For each line in the material below that holds "static", copy that line.

:: DATASET RECORDS

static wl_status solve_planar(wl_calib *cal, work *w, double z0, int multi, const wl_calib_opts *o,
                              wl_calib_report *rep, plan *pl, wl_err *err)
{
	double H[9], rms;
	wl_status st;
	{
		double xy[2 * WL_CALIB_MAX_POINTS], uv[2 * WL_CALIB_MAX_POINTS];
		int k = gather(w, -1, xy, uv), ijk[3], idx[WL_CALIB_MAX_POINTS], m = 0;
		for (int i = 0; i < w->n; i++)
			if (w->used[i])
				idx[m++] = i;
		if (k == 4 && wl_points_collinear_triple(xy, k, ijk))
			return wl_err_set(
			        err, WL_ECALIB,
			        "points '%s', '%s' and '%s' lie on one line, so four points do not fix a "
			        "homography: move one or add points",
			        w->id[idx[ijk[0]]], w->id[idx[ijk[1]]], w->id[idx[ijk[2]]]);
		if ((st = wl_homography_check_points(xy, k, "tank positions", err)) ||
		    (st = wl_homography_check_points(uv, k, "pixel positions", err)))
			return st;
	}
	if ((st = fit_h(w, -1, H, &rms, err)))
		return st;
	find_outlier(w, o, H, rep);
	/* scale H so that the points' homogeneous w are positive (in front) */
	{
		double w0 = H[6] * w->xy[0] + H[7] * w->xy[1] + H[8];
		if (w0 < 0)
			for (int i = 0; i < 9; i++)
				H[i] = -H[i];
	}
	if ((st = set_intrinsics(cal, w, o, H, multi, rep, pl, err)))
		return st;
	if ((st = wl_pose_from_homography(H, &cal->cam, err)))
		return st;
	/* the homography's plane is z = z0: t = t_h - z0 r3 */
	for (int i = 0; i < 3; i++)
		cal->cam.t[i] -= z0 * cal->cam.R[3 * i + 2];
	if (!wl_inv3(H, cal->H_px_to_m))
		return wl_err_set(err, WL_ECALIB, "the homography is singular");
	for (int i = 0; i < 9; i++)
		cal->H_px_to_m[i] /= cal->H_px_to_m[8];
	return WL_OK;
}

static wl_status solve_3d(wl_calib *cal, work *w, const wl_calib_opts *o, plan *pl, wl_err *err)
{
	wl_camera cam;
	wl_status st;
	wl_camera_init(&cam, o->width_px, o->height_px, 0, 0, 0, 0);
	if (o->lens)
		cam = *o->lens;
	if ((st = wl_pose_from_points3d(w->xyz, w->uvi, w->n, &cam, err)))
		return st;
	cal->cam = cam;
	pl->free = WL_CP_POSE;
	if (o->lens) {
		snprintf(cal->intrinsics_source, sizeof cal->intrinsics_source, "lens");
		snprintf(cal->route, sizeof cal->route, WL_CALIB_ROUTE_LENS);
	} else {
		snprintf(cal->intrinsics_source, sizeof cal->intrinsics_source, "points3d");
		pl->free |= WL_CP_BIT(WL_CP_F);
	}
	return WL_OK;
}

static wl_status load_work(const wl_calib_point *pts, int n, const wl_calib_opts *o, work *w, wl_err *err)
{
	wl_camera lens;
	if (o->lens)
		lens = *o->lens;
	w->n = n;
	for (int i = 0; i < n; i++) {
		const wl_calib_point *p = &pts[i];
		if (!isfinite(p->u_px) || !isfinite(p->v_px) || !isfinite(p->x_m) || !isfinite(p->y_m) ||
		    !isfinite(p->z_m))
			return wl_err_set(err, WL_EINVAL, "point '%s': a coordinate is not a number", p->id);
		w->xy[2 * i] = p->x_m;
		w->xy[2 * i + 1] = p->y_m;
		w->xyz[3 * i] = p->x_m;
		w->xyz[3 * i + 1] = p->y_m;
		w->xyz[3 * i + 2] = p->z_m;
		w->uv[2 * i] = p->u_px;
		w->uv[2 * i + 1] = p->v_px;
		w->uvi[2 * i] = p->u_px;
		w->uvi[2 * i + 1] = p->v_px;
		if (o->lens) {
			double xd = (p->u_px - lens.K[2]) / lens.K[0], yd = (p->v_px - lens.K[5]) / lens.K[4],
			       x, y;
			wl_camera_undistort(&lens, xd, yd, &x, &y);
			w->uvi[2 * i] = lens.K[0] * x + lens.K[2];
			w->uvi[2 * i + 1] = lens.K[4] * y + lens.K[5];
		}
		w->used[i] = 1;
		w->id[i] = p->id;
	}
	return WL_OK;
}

::::

### [REPLY]
static wl_status solve_planar(wl_calib *cal, work *w, double z0, int multi, const wl_calib_opts *o,
static wl_status solve_3d(wl_calib *cal, work *w, const wl_calib_opts *o, plan *pl, wl_err *err)
static wl_status load_work(const wl_calib_point *pts, int n, const wl_calib_opts *o, work *w, wl_err *err)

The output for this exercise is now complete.